Limitations of the identified literature included loss of significant data when an entire practice (or cluster) dropped out of a study; inadequate descriptions of both the team members and patients; a lack of statistical consideration of clustering; and a lack of clearly identified primary outcomes. In addition, there was notable heterogeneity across study intervention core components, outcome measures, and the practice setting in which these studies took place. These factors along with inconsistency and imprecision of results led to downgrading the certainty of evidence. The uncertainty of these results could be addressed by more high-quality studies of QI coaching interventions, as well as investigation of coaching on very specific and consistently identified outcomes. Limitations of our approach to this review include potentially introducing heterogeneity by including literature from multiple fields of study and the loss of relevant information due to exclusion of studies with co-interventions, which prevented isolation of the coaching effect.

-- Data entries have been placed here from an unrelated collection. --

//! The type of an equilibrium from its eigenvalues, in the contract's words, and what of it is proved.

use super::critical;
use super::place::{Border, Shape, Side};
use super::planar::Planar;
use super::proof::Proof;
use super::{Dimensions, Kind};
use crate::num::eigen::{Discriminant, Spectrum};
use crate::num::interval::Interval;

/// What the eigenvalues say.
pub(super) struct Class {
    pub(super) kind: Kind,
    pub(super) kind_proven: bool,
    pub(super) stable: Option<bool>,
    pub(super) stable_proven: bool,
    pub(super) dimensions: Dimensions,
    /// Positions of the critical ones in the spectrum.
    pub(super) critical: Vec<usize>,
}

/// How the leading eigenvalues lie to each other; what paths look like beside a node or spiral.
#[derive(Clone, Copy, PartialEq, Eq)]
pub(super) enum Look {
    Node,
    Spiral,
    Star,
    Improper,
}

/// A Jacobian in every form that a decision may need.
pub(super) struct Linear<'l> {
    pub(super) numbers: &'l [f64],
    /// Of the model as written, by which signs are judged; empty where nothing is known.
    pub(super) enclosure: &'l [Interval],
    /// Of the f64 numbers, by which what is exactly equal is; empty where nothing is known.
    pub(super) exact: &'l [Interval],
    pub(super) spectrum: &'l Spectrum,
    /// What each eigenvalue may be off by, where that is known without vectors.
    pub(super) errors: Option<Vec<f64>>,
    pub(super) proof: &'l Proof,
    pub(super) border: Border,
}

impl Linear<'_> {
    pub(super) fn class(&self) -> Class {
        let found = || critical::errors(self.numbers, self.enclosure, self.spectrum);
        let errors = self.errors.as_ref().map_or_else(found, Vec::clone);
        let sides = critical::sides(self.spectrum, &errors, self.proof, self.border);
        let count = |side| sides.iter().filter(|&&s| s == side).count();
        let dimensions =
            Dimensions { stable: count(Side::Below), centre: count(Side::Critical), unstable: count(Side::Above) };
        let critical: Vec<usize> = (0..sides.len()).filter(|&k| sides[k] == Side::Critical).collect();
        let pair = self.is_pair(&critical, &errors);
        let (look, look_proven) = self.look();
        let kind = kind(dimensions, pair, look);
        let stable = match dimensions {
            Dimensions { unstable: 1.., .. } => Some(false),
            Dimensions { centre: 0, .. } => Some(true),
            _ => None,
        };
        Class {
            kind,
            kind_proven: self.is_proven(kind, look_proven),
            stable,
            stable_proven: self.is_stability_proven(stable),
            dimensions,
            critical,
        }
    }

    /// Whether the critical eigenvalues are one pair: not two real ones that rounding took off the axis.
    fn is_pair(&self, critical: &[usize], errors: &[f64]) -> bool {
        let &[first, _] = critical else { return false };
        self.proof.critical_pair.is_some() || self.spectrum.values[first].im.abs() > errors[first]
    }

    fn look(&self) -> (Look, bool) {
        if let &[a, b, c, d] = self.numbers {
            return self.planar_look([a, b, c, d]);
        }
        let complex = self.spectrum.values.first().is_some_and(|leading| leading.im != 0.0);
        match self.proof.leading(self.border) {
            Shape::Real => (Look::Node, true),
            Shape::Pair => (Look::Spiral, true),
            Shape::Unknown => (if complex { Look::Spiral } else { Look::Node }, false),
        }
    }

    /// By the sign of the discriminant, where it is proved; else at the middle, with the band of equal eigenvalues.
    fn planar_look(&self, numbers: [f64; 4]) -> (Look, bool) {
        let equal = if numbers[1] == 0.0 && numbers[2] == 0.0 { Look::Star } else { Look::Improper };
        if let &[a, b, c, d] = self.enclosure {
            let discriminant = Planar { a, b, c, d }.discriminant();
            if discriminant.lo() > 0.0 {
                return (Look::Node, true);
            } else if discriminant.hi() < 0.0 {
                return (Look::Spiral, true);
            }
        }
        if let &[a, b, c, d] = self.exact
            && (Planar { a, b, c, d }).discriminant() == Interval::ZERO
        {
            let apart = |x: Interval| !x.contains_zero();
            let is_star = b == Interval::ZERO && c == Interval::ZERO;
            let improper = apart(b) || apart(c) || apart(a - d);
            return if is_star { (Look::Star, true) } else { (Look::Improper, improper) };
        }
        let discriminant = Discriminant::of(&numbers);
        let look = if discriminant.is_zero() {
            equal
        } else if discriminant.value > 0.0 {
            Look::Node
        } else {
            Look::Spiral
        };
        (look, false)
    }

    fn is_proven(&self, kind: Kind, look_proven: bool) -> bool {
        let Proof { below, critical, above, .. } = *self.proof;
        let n = self.spectrum.values.len();
        match kind {
            Kind::Saddle => below > 0 && above > 0,
            Kind::Centre => self.proof.critical_pair.is_some() && critical == 2 && below + 2 == n,
            Kind::Undecided => critical > 0 && below + critical == n,
            Kind::StableNode | Kind::StableSpiral | Kind::StableStar | Kind::StableImproperNode => {
                look_proven && below == n
            }
            Kind::UnstableNode | Kind::UnstableSpiral | Kind::UnstableStar | Kind::UnstableImproperNode => {
                look_proven && above > 0 && above + critical == n
            }
        }
    }

    fn is_stability_proven(&self, stable: Option<bool>) -> bool {
        let Proof { below, critical, above, .. } = *self.proof;
        let n = self.spectrum.values.len();
        match stable {
            Some(true) => below == n,
            Some(false) => above > 0,
            None => critical > 0 && below + critical == n,
        }
    }
}

pub(super) fn kind(dimensions: Dimensions, critical_pair: bool, look: Look) -> Kind {
    let Dimensions { stable, centre, unstable } = dimensions;
    // Equal eigenvalues have words of their own only where both are on one side.
    match (unstable > 0, stable > 0, centre > 0) {
        (true, true, _) => Kind::Saddle,
        (false, _, true) if critical_pair => Kind::Centre,
        (false, _, true) => Kind::Undecided,
        (false, _, false) => match look {
            Look::Node => Kind::StableNode,
            Look::Spiral => Kind::StableSpiral,
            Look::Star => Kind::StableStar,
            Look::Improper => Kind::StableImproperNode,
        },
        (true, false, _) => match look {
            Look::Spiral => Kind::UnstableSpiral,
            Look::Star if centre == 0 => Kind::UnstableStar,
            Look::Improper if centre == 0 => Kind::UnstableImproperNode,
            _ => Kind::UnstableNode,
        },
    }
}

We also identified multiple gaps in the literature. First, few coaching interventions employed the strategies we identified as being most helpful in combination (e.g., stakeholder/leadership engagement and technical support). Second, most coaching interventions focused on predetermined QI projects rather than on the capacity for QI more generally. Third, all but one of the included interventions were conducted in primary care settings, so the effect of coaching in other clinical settings (e.g., inpatient, subspecialty clinics) is unknown.

CONCLUSION

QI coaching is a complex intervention that has the potential to improve the capacity for improvement activities at the team and practice level. QI coaching, and other interventions with similar characteristics (i.e., facilitation, outreach visitors), may have an effect on certain processes of care activities including composite process of care outcomes, ordering of labs and vital signs, and possibly on changes in the organizational process of care and delivery of appropriate counseling. Differences among studies in the description and dosing of implementation strategies employed by coaches, as well as outcome measurement, precluded a more definitive estimate of effects. Future research that standardizes and provides more detail about when coaching interventions are most effective will better support future comparisons and implementation efforts.